### Your goal
Which lines of the data below contain "reports"? Please show them all.

[Collected data]
+++++

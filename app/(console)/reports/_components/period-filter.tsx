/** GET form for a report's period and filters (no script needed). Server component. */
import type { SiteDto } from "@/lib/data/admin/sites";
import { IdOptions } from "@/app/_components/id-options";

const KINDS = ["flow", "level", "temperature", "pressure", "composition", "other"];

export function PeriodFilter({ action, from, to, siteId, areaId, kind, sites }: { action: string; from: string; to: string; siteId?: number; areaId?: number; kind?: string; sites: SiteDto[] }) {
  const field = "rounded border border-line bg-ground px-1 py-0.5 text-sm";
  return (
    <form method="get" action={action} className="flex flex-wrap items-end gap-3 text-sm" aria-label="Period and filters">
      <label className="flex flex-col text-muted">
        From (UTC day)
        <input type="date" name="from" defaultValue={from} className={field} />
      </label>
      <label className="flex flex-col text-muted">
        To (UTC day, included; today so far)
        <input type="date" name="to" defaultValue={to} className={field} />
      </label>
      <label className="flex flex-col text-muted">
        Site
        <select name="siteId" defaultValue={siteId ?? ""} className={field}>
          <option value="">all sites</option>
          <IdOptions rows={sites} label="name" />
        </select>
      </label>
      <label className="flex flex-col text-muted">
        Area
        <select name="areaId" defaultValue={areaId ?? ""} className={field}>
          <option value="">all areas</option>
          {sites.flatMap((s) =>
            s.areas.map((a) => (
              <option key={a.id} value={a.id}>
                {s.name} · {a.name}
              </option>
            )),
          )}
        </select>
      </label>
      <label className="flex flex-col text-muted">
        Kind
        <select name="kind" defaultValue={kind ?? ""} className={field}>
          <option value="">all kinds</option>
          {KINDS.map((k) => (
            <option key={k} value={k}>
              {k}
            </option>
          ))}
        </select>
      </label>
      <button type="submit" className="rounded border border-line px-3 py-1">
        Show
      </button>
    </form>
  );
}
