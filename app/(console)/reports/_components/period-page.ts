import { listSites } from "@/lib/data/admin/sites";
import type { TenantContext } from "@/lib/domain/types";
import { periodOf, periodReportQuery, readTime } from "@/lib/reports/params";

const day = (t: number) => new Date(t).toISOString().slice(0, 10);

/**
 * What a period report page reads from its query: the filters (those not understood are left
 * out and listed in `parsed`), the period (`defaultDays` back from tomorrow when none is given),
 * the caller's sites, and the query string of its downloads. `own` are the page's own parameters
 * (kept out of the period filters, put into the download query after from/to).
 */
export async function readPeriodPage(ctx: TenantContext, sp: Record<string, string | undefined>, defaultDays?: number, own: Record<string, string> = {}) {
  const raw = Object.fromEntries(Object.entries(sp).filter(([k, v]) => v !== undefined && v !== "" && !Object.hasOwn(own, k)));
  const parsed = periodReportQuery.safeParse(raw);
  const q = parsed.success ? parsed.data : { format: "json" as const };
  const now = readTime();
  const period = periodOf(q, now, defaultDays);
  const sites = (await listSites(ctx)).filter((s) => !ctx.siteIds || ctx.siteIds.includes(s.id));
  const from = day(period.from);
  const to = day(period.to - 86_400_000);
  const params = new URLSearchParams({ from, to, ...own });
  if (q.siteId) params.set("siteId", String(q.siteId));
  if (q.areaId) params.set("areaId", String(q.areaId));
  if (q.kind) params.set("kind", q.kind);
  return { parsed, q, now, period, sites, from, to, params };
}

+++++

### Expected answer
filename app/(console)/reports/_components/period-filter.tsx
filename app/(console)/reports/_components/period-page.ts
import { periodOf, periodReportQuery, readTime } from "@/lib/reports/params";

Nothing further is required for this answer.